Shopify saw a 33% increase in PRs shipped per developer since adopting Graphite.

Henrique first encountered stacked PRs (also called diffs) while working at Meta. The concept was simple: break large changes into small, reviewable chunks that build on each other. Meta had its own tooling, Phabricator, to support this workflow. After leaving Facebook, he felt firsthand how much easier stacking could be with the right tooling—and how much harder it was without it. 

Soon after joining Shopify, Henrique floated Graphite to a fellow principal engineer. “He told me, ‘I think Tobi [Shopify’s CEO] already knows about Graphite.’ And that’s how this all started.” What began as a small trial quickly scaled. “We eventually got a whole lot of uptake in terms of using Graphite for stacking, and the rest is history.” The trial expanded, then eventually grew into a full-blown partnership. Shopify signed on as a customer and later, even, invested in Graphite through Shopify Ventures

By unifying their code into a single repository, Shopify has obtained a holistic view of projects, which enables efficient cross-team collaboration and greater cohesion in development efforts. This shift allows them to leverage shared libraries and integrated testing environments, leading, eventually, to more consistent and reliable builds. Moreover, the introduction of PR stacking within their monorepo has been a game changer. Stacked pull requests help engineers break sweeping changes into smaller, logical units.

“Let’s say you’re making a product change. Now you also have to update the API, the frontend, and the mobile app. That’s five different contexts,” he explains. “With Graphite, you stack those changes: three PRs for the backend, one for mobile, one for web. It’s the same work, but now it’s actually reviewable.” Since each PR is scoped to a specific intent, reviewers can evaluate a focused 50-line change instead of drowning in a 2,000-line monolith. With stacked PRs, teams working in monorepos can keep changes isolated, reviews fast, and development momentum intact—and maintain the quality that their customers have come to expect. 

Higher-quality, faster reviews

Beyond technical prowess, code review requires significant cognitive bandwidth. “The worst thing is opening a PR and seeing 10,000 lines. You don’t even know where to start,” Henrique says. “But if the PR says ‘refactor X,’ and it’s 50 lines, that’s doable. I can review those types of things in between meetings.”

In addition to keeping review cycles tight, stacking also improves review quality. Reviewers can stay engaged, while authors get faster, more actionable feedback. The result: teams ship more confidently, without sacrificing rigor. And when reviews do get blocked, that usually means something’s wrong. If a developer can’t approve a PR in a stack because the prior one isn’t ready, that’s not friction. That’s signal. 

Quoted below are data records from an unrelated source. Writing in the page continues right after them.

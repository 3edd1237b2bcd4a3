"""Muscle bursts (heschl.muscle): the band, the score, and bursts of both generators found."""
from __future__ import annotations

import json

import mne
import numpy as np
import pytest
from scipy import stats

import gen2
from heschl.cli import main
from heschl.config.model import MUSCLE_Z
from heschl.muscle import _stretches, find_muscle, focal_count, muscle_band, muscle_courses, overlapping, robust_z


def test_band_is_mnes_default_where_the_rate_allows():
    # Source: mne.preprocessing.annotate_muscle_zscore documentation, filter_freq default
    # (110, 140) Hz (mne as a reference library). Below 300 Hz the top of what is left.
    assert muscle_band(1000.0) == (110.0, 140.0)
    assert muscle_band(300.0) == (110.0, 140.0)
    assert muscle_band(250.0) == pytest.approx((68.75, 112.5))


def test_robust_z_gives_normal_data_unit_spread():
    # Source: Leys et al. 2013 (docs/REFERENCES.md F41): 1.4826 = 1 / Phi^-1(0.75), computed
    # with scipy here, makes the MAD a consistent estimate of a normal standard deviation.
    assert 1.0 / stats.norm.ppf(0.75) == pytest.approx(1.4826, abs=1e-4)
    x = np.random.default_rng(0).normal(3.0, 2.5, 100_000)
    z = robust_z(x)
    # abs 0.02: the SE of a median and of an SD of 100 000 normal values are about 0.004
    # and 0.0022 (sqrt(pi / 2n) and 1 / sqrt(2n), textbook); 0.02 is 5-9 SE.
    assert np.median(z) == pytest.approx(0.0, abs=0.02) and z.std() == pytest.approx(1.0, abs=0.02)


def test_stretches_close_short_gaps_and_overlap_is_symmetric():
    mask = np.zeros(100, dtype=bool)
    mask[10:20] = mask[22:30] = mask[60:70] = True
    # At 10 samples/s a 0.2 s gap closes (20 -> 22), a 3 s gap does not.
    assert _stretches(mask, 10.0, 0.3) == [[1.0, 3.0], [6.0, 7.0]]
    assert _stretches(mask, 10.0, 0.1) == [[1.0, 2.0], [2.2, 3.0], [6.0, 7.0]]
    assert overlapping(0.9, (-0.1, 0.5), [[1.0, 3.0]]) == (1.0, 3.0)
    assert overlapping(0.4, (-0.1, 0.5), [[1.0, 3.0]]) is None
    assert focal_count(32) == 2 and focal_count(64) == 4 and focal_count(128) == 8


def _raw(n_channels=32, sfreq=250.0, seconds=60.0, seed=1):
    names = gen2.cap_names(n_channels)
    info = mne.create_info(names, sfreq, "eeg")
    rng = np.random.default_rng(seed)
    x = rng.normal(scale=5e-6, size=(n_channels, int(seconds * sfreq)))
    return mne.io.RawArray(x, info, verbose="error"), names


def test_a_focal_burst_is_found_and_a_popping_bad_channel_is_not():
    raw, names = _raw()
    sfreq = raw.info["sfreq"]
    t = raw.times
    rng = np.random.default_rng(2)
    burst = (t > 20.0) & (t < 20.6)
    hf = mne.filter.filter_data(rng.normal(size=len(t)), sfreq, 60.0, 110.0, verbose="error")
    x = raw.get_data()
    for name, gain in (("T7", 1.0), ("TP9", 0.6), ("FC5", 0.5)):
        x[names.index(name), burst] += 40e-6 * gain * hf[burst] / hf[burst].std()
    # A lead that pops every few seconds: steps have broadband high-frequency power.
    pop = names.index("Pz")
    for onset in np.arange(5.0, 55.0, 7.0):
        x[pop, t > onset] += 60e-6 * np.exp(-(t[t > onset] - onset) / 0.2)
    x[names.index("Cz")] = 0.0  # a restored reference of zeros has no variance to z-score by
    raw = mne.io.RawArray(x, raw.info, verbose="error")
    courses = muscle_courses(raw)
    assert "Cz" not in courses["names"]
    record = find_muscle(courses, MUSCLE_Z, exclude={"Pz": "noisy"})
    assert len(record["stretches_s"]) == 1
    a, b = record["stretches_s"][0]
    # The 0.6 s burst, widened by the 4 Hz low-pass only: mne's default FIR for a 4 Hz
    # cut-off has a 1 Hz transition band, i.e. a kernel of 3.3 / 1 Hz = 3.3 s whose main
    # lobe spreads an edge by about 1 / (2 x 1 Hz) = 0.5 s each side (mne filter design,
    # from memory), so at most 0.6 + 2 x 0.5 = 1.6 s.
    assert a < 20.6 and b > 20.0 and b - a < 1.6
    assert json.loads(json.dumps(record)) == record


def test_gaussian_background_marks_nothing():
    raw, _ = _raw(n_channels=64, seed=3)
    record = find_muscle(muscle_courses(raw), MUSCLE_Z)
    assert record["stretches_s"] == [] and record["channels_used"] == 64


def test_gen2_bursts_drop_their_trials_with_reason_muscle(tmp_path):
    # Recovery on the independent generator: every planted burst overlapping a trial
    # drops it with the reason "muscle", counted per condition in qc.json.
    study = gen2.make_study(tmp_path, n_channels=32, sfreq=1000.0, subjects=1, paradigms=("oddball",), seed=11,
                            artefacts={"muscle": True, "blink": True})
    assert main(["-q", "run", str(study)]) == 0
    truth = json.loads((tmp_path / "truth.json").read_text())
    (rel, rec), = truth["recordings"].items()
    bursts = [(m["onset_s"], m["onset_s"] + m["duration_s"]) for m in rec["artefacts"]["muscle"]]
    assert bursts
    out = tmp_path / "derivatives" / "heschl" / "sub-G01" / "eeg"
    prov = json.loads((out / "sub-G01_task-oddball_provenance.json").read_text())
    stretches = prov["steps"]["clean"]["muscle"]["stretches_s"]
    assert all(any(x < b and y > a for x, y in stretches) for a, b in bursts)
    assert all(any(x < b + 1.0 and y > a - 1.0 for a, b in bursts) for x, y in stretches)
    log = prov["steps"]["trial_log"]
    hit = [e for e in log if e.get("reason", "") and e["reason"].startswith("muscle")]
    assert hit and all(any(e["onset_s"] - 0.1 < b and e["onset_s"] + 0.5 > a for a, b in bursts) for e in hit)
    qc = json.loads((out / "sub-G01_task-oddball_qc.json").read_text())
    assert sum(c["reasons"].get("muscle", 0) for c in qc["trials"].values()) == len(hit)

Not every developer at Shopify was sold on stacking at first. “There were folks who loved it, folks who hated it, and a lot in between,” he recalls. Although junior engineers often faced challenges with stacking early on, anecdotally, they were also very keen on adopting the paradigm. Henrique often makes a personal appeal to new hires and junior engineers about why embracing tools like Graphite will pay off in the long run. “Your career is long. So the more tooling and the more tricks you pick up along the way… they will help you,” he tells them. That cultural support, combined with leadership buy-in from the top, helped stacking move from an experiment to an everyday practice. 

Now, 22% of all PRs merged at Shopify are part of a stack. 

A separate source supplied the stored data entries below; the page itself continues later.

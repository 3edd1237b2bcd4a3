"""Bad input and faults: one clear line, a non-zero exit, nothing lost or half-written.

Every case is made by code from a tiny recording of the independent generator (tests/gen2:
one participant, 20 s oddball, 32 channels at 250 Hz); DEVELOPERS.md lists the cases
("Bad input: cases, messages, tests"). Each test checks the message (one line naming the
file and the fix), the exit code, that no output was written where none should be, and
that the input files are unchanged.
"""
import hashlib
import json
import shutil
from pathlib import Path

import pytest

from heschl.cli import main

gen2 = pytest.importorskip("gen2")  # tests/gen2, on the path through pytest's rootdir


def _hashes(root):
    return {p: hashlib.sha256(p.read_bytes()).hexdigest() for p in sorted(Path(root, "raw").rglob("*")) if p.is_file()}


@pytest.fixture(scope="module")
def tiny(tmp_path_factory):
    """A one-participant gen2 study (its study file, unprocessed)."""
    root = tmp_path_factory.mktemp("tiny")
    return gen2.make_study(root, n_channels=32, subjects=1, paradigms=("oddball",), size="test", seed=4,
                           sfreq=250.0, duration_s=20.0)


@pytest.fixture
def study(tiny, tmp_path):
    """A private copy of the tiny study."""
    shutil.copytree(tiny.parent, tmp_path / "s")
    return tmp_path / "s" / "study.toml"


def _run(args, capsys):
    code = main(args)
    out, err = capsys.readouterr()
    return code, out, err.strip()


def _second_site(study):
    """Add a site "otherlab" whose folder holds a copy of gen2lab's participant."""
    root = study.parent
    shutil.copytree(root / "raw" / "gen2lab", root / "raw" / "otherlab")
    text = study.read_text(encoding="utf-8")
    block = text[text.index("[sites.gen2lab]"):]
    text += "\n" + block.replace("gen2lab", "otherlab")
    study.write_text(text, encoding="utf-8")


def test_the_same_participant_id_at_two_sites_is_refused_naming_both_files(study, capsys):
    # Before: both sites wrote sub-G01_task-oddball_* and the group table mixed them.
    _second_site(study)
    before = _hashes(study.parent)
    for command in ("check", "run"):
        code, _, err = _run([command, str(study)], capsys)
        assert code == 2, (command, err)
        assert len(err.splitlines()) == 1 and "Traceback" not in err
        assert "sub-G01" in err and "otherlab" in err and "gen2lab" in err and "unique" in err
        assert "subject_pattern" in err   # the fix
    assert not (study.parent / "derivatives").exists()
    assert _hashes(study.parent) == before


def test_distinct_ids_at_two_sites_pass(study, capsys):
    # The fix the message names: each site's participants get their own ids.
    _second_site(study)
    folder = study.parent / "raw" / "otherlab"
    for p in sorted(folder.rglob("*G01*"), key=lambda p: -len(p.parts)):
        p.rename(p.with_name(p.name.replace("G01", "O01")))
    (study.parent / "participants.tsv").write_text("participant_id\tgroup\nsub-G01\tcontrol\nsub-O01\tcontrol\n",
                                                   encoding="utf-8")
    code, out, err = _run(["check", str(study)], capsys)
    assert code == 0, err


def test_two_files_for_one_participant_and_paradigm_are_refused(study, capsys):
    root = study.parent
    src = next((root / "raw" / "gen2lab").rglob("*_raw.fif"))
    shutil.copy(src, src.with_name(src.name.replace("_raw.fif", "_run-2_raw.fif")))
    text = study.read_text(encoding="utf-8").replace("sub-*_task-oddball_raw.fif", "sub-*_task-oddball*raw.fif")
    study.write_text(text, encoding="utf-8")
    code, _, err = _run(["check", str(study)], capsys)
    assert code == 2 and len(err.splitlines()) == 1
    assert "second oddball file" in err and "run-2" in err


def _rescale(study, factor):
    """Rewrite the study's FIF with its values multiplied by ``factor`` (a unit mistake)."""
    import mne

    path = next((study.parent / "raw" / "gen2lab").rglob("*_raw.fif"))
    raw = mne.io.read_raw_fif(path, preload=True, verbose="error")
    raw.apply_function(lambda x: x * factor, picks="eeg", channel_wise=False, verbose="error")
    raw.save(path, overwrite=True, verbose="error")
    return path


@pytest.mark.parametrize("factor, words", [(1e6, "microvolts (or femtotesla) where the file declares volts"),
                                           (1e-6, "volts (tesla) where the file declares microvolts")])
def test_data_off_by_a_million_are_refused_with_the_likely_cause(study, capsys, factor, words):
    # Before: a mismatch of -1.2 million uV (or -1e-6 uV) got the verdict "note".
    # Limits: 0.1-500 uV robust EEG amplitude (common practice; docs/REFERENCES.md F48).
    _rescale(study, factor)
    before = _hashes(study.parent)
    code, out, err = _run(["run", str(study)], capsys)
    assert code == 1
    (line,) = [x for x in out.splitlines() if x.strip().startswith("unusable:")]
    assert words in line and "re-export" in line and "sub-G01_task-oddball_raw.fif" in line
    out_dir = study.parent / "derivatives" / "heschl"
    (features,) = out_dir.rglob("*_features.tsv")
    assert len(features.read_text(encoding="utf-8").strip().splitlines()) == 1   # its header, no values
    qc = json.loads(next(out_dir.rglob("*_qc.json")).read_text(encoding="utf-8"))
    assert qc["verdict"] == "unusable" and words in qc["unusable"]["reason"]
    assert _hashes(study.parent) == before


def test_check_reports_the_unit_mistake_that_run_meets(study, capsys):
    # One rule for check and run: what run refuses, check reports first.
    _rescale(study, 1e6)
    code, out, err = _run(["check", str(study)], capsys)
    assert code == 1
    assert "declares volts" in out + err and "sub-G01_task-oddball_raw.fif" in out + err


@pytest.fixture(scope="module")
def synth_files(tmp_path_factory):
    """heschl.synth's study (test size): its EDF (Birch) and BrainVision (Alder) writers."""
    from heschl.synth import make_study

    return make_study(tmp_path_factory.mktemp("synth"), size="test")


def _only(study_file, keep, tmp_path):
    """A copy of the synthetic study reduced to one oddball file (``keep``, relative)."""
    root = tmp_path / "one"
    src = study_file.parent
    for rel in [keep] + ([keep.replace(".vhdr", ".vmrk"), keep.replace(".vhdr", ".eeg")] if keep.endswith(".vhdr")
                         else []):
        (root / rel).parent.mkdir(parents=True, exist_ok=True)
        shutil.copy(src / rel, root / rel)
    shutil.copy(src / "participants.tsv", root / "participants.tsv")
    text = (src / "study.toml").read_text(encoding="utf-8")
    site = keep.split("/")[1]
    lines, section = [], None
    for line in text.splitlines():
        if line.startswith("["):
            section = line
        if section and section.startswith("[sites.") and not section.startswith((f"[sites.{site}]",
                                                                                 f"[sites.{site}.")):
            continue          # other sites go
        if section and section.startswith(f"[sites.{site}.markers.") and "oddball" not in section:
            continue          # and the other paradigms
        if f"raw/{site}/" in line:
            if "oddball" not in line:
                continue
            line = line.split("=")[0] + f'= "{keep}"'
        lines.append(line)
    text = "\n".join(lines) + "\n"
    for other in ("clicktrain", "rest"):
        text = text.replace(f'[[analyses]]\nparadigm = "{other}"\nfeature_sets = ["{other}-core"]\n', "")
    (root / "study.toml").write_text(text, encoding="utf-8")
    return root / "study.toml"


def _truncate(path, share=0.9):
    import os

    size = os.path.getsize(path)
    os.truncate(path, int(size * share) // 256 * 256)


@pytest.mark.parametrize("keep, data, words", [
    ("raw/birch/sub-B01/sub-B01_task-oddball_eeg.edf", ".edf", "Number of records from the header"),
    ("raw/alder/sub-A01/sub-A01_task-oddball_eeg.vhdr", ".eeg", "outside data range")])
def test_a_truncated_file_is_flagged_with_the_readers_words_and_what_is_missing(synth_files, tmp_path, capsys,
                                                                                  keep, data, words):
    # Before: mne's warnings were hidden (verbose="error") and a file cut to 90 % got the
    # verdict of the intact one; markers past the end were dropped without a word.
    study = _only(synth_files, keep, tmp_path)
    _truncate(study.parent / keep.replace(Path(keep).suffix, data))
    code, out, err = _run(["check", str(study)], capsys)
    assert "warning:" in out and "truncated: holds" in out and words in out and "1 with warnings" in out
    code, out, err = _run(["-q", "run", str(study)], capsys)
    qc = json.loads(next((study.parent / "derivatives").rglob("*_qc.json")).read_text(encoding="utf-8"))
    flags = {f["code"]: f for f in qc["flags"]}
    assert flags["truncated-file"]["level"] == "caution" and qc["verdict"] in ("caution", "unusable")
    assert "missing" in flags["truncated-file"]["message"]
    share = float(flags["truncated-file"]["message"].split("(")[1].split("%")[0])
    assert 5 <= share <= 15              # cut to 90 % of the bytes: about 10 % of the time
    assert words in flags["reader-warning"]["message"]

Shopify’s journey with Graphite sets an example of how engineering leaders can modernize their dev workflows, especially in the face of rapid growth and scaling challenges. By adopting stacking, Shopify has empowered its developers to break down big changes, work more iteratively, and collaborate better in code reviews. What could have been a painful move to an enormous monorepo has instead become an opportunity to elevate their tooling and practices. The positive outcomes at Shopify, e.g., faster reviews, safer code changes, and happier developers, make a persuasive case for devs to start stacking in any growing codebase—and most importantly, the work scales.